An Australian vessel on Friday picked up two activists who had jumped on board a Japanese whaling ship earlier this week, prompting a tense standoff on the high seas.
Their return paves the way for the Japanese crews to resume killing whales, and for their staunchest opponents to restart their campaign of harassment to stop them.
Paul Watson, head of the Sea Shepherd Conservation Society, said the two crew members were safely back on board the group's ship, the Steve Irwin.
The activists from an anti-whaling group, the Sea Shepherd Conservation Society, had been detained on the Japanese harpoon boat Yushin Maru 2.
The dispute underscored the high-stakes nature of the contest fought each year in the remote and dangerous seas at the far south of the world, thousands of miles from the possibility of regular emergency or rescue services.
At issue is Japan's foray into the Antarctica in November under a program that allows the killing of minke and fin whales for scientific research, despite an international ban on commercial whaling. Opponents say Japan has used the loophole to kill nearly 10,000 whales over the past two decades and sell their meat on the commercial market.
Activist claims he was nearly tossed overboard
Sea Shepherd said Australian Benjamin Potts, 28, and Briton Giles Lane, 35, wanted to deliver an anti-whaling letter and then leave, and accused the whalers of taking their members hostage Tuesday. Japanese whaling officials said the activists were acting like pirates.
The standoff brought Japan's whaling fleet to a temporary standstill while officials worked out the details of the men's transfer.
Potts on Friday accused the whalers of trying to throw him overboard, saying he struggled and managed to stay aboard.
"Two guys picked me up by the shoulders, and the gunner, the guy that shoots the whales, picked my legs up and they attempted to tip me over," Potts told the Fairfax radio network by phone from the Steve Irwin.
Gabriel Gomez, spokesman for the Institute of Cetacean Research that organizes Japan's hunts, said it was "absolutely untrue that the Japanese crew assaulted the two, or tried to throw them overboard."
He said the crew briefly tied up the two intruders because they had no idea of their intentions when they jumped aboard.
Foreign Minister Stephen Smith said Australian police were investigating complaints in connection to the incident to determine if any laws had been broken.

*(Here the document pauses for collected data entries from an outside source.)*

import type { Change } from '@/lib/domain/orders/changes';
import { no, type Deeds } from '@/lib/domain/orders/deed';
import type { Facts } from '@/lib/domain/orders/facts';
import { piecesAway } from '@/lib/domain/orders/pieces';
import { whyNotClear } from '@/lib/domain/orders/stand';
import { fail, ok } from '@/lib/domain/result';

/** Holds, cutting, the answer to a STOP, reporting, and the decision on the work. */
export const CUTTING_DEEDS: Deeds<
  'hold' | 'answer_hold' | 'lift_hold' | 'start' | 'answer_stop' | 'report' | 'decide'
> = {
  hold: (_facts, { id, lineId, reason, words, waitsFor }, { side }) => {
    if (words.trim() === '') return no('Say what it waits for.');
    const hold = { id, lineId, reason, words, waitsFor, placedBy: side };
    return ok({ changes: [{ row: 'hold', hold }], note: { reason, words, waitsFor } });
  },

  answer_hold: (facts, { holdId, words }, { side }) => {
    const hold = facts.holds.find((one) => one.id === holdId);
    if (!hold) return no('That hold is lifted already.');
    if (hold.waitsFor !== side)
      return fail({ code: 'not_your_move', words: 'The hold waits for the other shop.' });
    const waitsFor = hold.placedBy;
    if (waitsFor === side)
      return ok({ changes: [{ row: 'hold_set', holdId, lifted: true }], note: { words } });
    return ok({ changes: [{ row: 'hold_set', holdId, waitsFor }], note: { words, waitsFor } });
  },

  lift_hold: (facts, { holdId }, { side }) => {
    const hold = facts.holds.find((one) => one.id === holdId);
    if (!hold) return no('That hold is lifted already.');
    if (hold.placedBy !== side)
      return fail({ code: 'not_your_move', words: 'The shop that put the hold on lifts it.' });
    return ok({ changes: [{ row: 'hold_set', holdId, lifted: true }], note: { words: hold.words } });
  },

  start: (facts, { lineId }) => {
    const line = facts.lines.find((one) => one.id === lineId);
    if (!line) return no('That line is not on this order.');
    if (line.started) return no('That line is on the machine already.');
    const why = whyNotClear(facts, line);
    if (why !== null) return no(`Not clear to cut. ${why}`);
    const status: Change[] = facts.status === 'agreed' ? [{ row: 'order', set: { status: 'cutting' } }] : [];
    return ok({ changes: [{ row: 'line', lineId, started: true }, ...status], note: { line: line.title } });
  },

  answer_stop: (facts, { cut }) => {
    const stopped = facts.lines.filter((line) => line.stopDue);
    if (stopped.length === 0) return no('Nothing is stopped by a new rev.');
    const features = facts.sizes.filter((size) => stopped.some((line) => line.id === size.lineId));
    const silent = features.find(
      (size) => !cut.some((said) => said.lineId === size.lineId && said.feature === size.feature),
    );
    if (silent)
      return no(
        `Say whether ${silent.what.toLowerCase()} ${silent.feature} is cut already, and to what size.`,
      );
    return ok({
      changes: stopped.map((line) => ({ row: 'line', lineId: line.id, stopDue: false })),
      note: {
        rev: facts.latestRev,
        cut: cut
          .filter((said) => said.size !== null)
          .map(({ lineId, feature, size, text }) => ({ lineId, feature, size, text })),
      },
    });
  },

  report: (facts, { unread }) => {
    for (const line of facts.lines) {
      if (!line.started) return no(`${line.title} has not been on the machine.`);
      const why = whyNotClear(facts, line);
      if (why !== null) return no(`${line.title}: ${why}`);
      const missing = unreadPlaces(facts, line.id, line.required);
      const reason = unread.find((one) => one.lineId === line.id)?.reason.trim() ?? '';
      if (missing.length > 0 && reason === '') {
        return no(
          `${line.title}: ${missing.length} of ${line.required.length} places are not read. Post them, or say why not.`,
        );
      }
    }
    return ok({ changes: [{ row: 'order', set: { status: 'reported' } }], note: { unread } });
  },

  decide: (facts, { decisions }) => {
    const wrong = decisionProblem(facts, decisions);
    if (wrong !== null) return no(wrong);
    const rows: Change[] = decisions.map(({ lineId, decision, reason, features }) => ({
      row: 'decision',
      lineId,
      decision,
      reason,
      features,
    }));
    const titles = decisions.map(({ lineId, decision, reason, features }) => ({
      line: facts.lines.find((line) => line.id === lineId)?.title ?? '',
      ...{ decision, reason, features },
    }));
    if (decisions.some(({ decision }) => decision === 'send_back')) {
      return ok({
        changes: [...rows, { row: 'order', set: { status: 'cutting', round: facts.round + 1 } }],
        note: { decisions: titles, round: facts.round },
      });
    }
    const status = decisions.some(({ decision }) => decision === 'reject') ? 'rejected' : 'accepted';
    return ok({
      changes: [...rows, { row: 'order', set: { status } }],
      note: { decisions: titles, round: facts.round },
    });
  },
};

/** Places of a line that must be read in this round and are not. */
export function unreadPlaces(facts: Facts, lineId: string, required: readonly string[]): string[] {
  const read = new Set(
    facts.read.filter((one) => one.lineId === lineId && one.round === facts.round).map((one) => one.place),
  );
  return required.filter((place) => !read.has(place));
}

function decisionProblem(
  facts: Facts,
  decisions: readonly { readonly lineId: string; readonly decision: string; readonly reason: string }[],
): string | null {
  const away = piecesAway(facts);
  if (facts.acceptRule === 'own_check' && away.partner + away.road > 0)
    return 'The parts are not home yet: this order is accepted after your own check.';
  const undecided = facts.lines.find((line) => !decisions.some((one) => one.lineId === line.id));
  if (undecided) return `Decide on ${undecided.title} too.`;
  const silent = decisions.find(({ decision, reason }) => decision !== 'accept' && reason.trim() === '');
  if (silent) return 'Give a reason for everything that is not simply accepted.';
  return null;
}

Gomez said whaling was expected to resume within days, and accused Sea Shepherd activists of launching an attack with bottles of acid on another harpoon boat, the Yushin Maru 3, four hours after the hand-over.
More harassment promised
Watson, captain of the Steve Irwin, said he would resume aggravating the whalers, though it was unlikely members of his crew would again try to board one of the Japanese fleet.
"We have got them back without any conditions and now we are going to continue on harassing and chasing the Japanese fleet," Watson said.
"They are down here illegally killing whales, illegally targeting endangered species ... These people are no different than elephant poachers in Africa or tiger poachers in India," Watson had told the Australian Broadcasting Corp. earlier.
A staunch anti-whaling nation, Australia sent the Oceanic Viking to the Antarctic Ocean last month to collect photo and video evidence that might be used in international courts to prove that the program is a front for commercial whaling.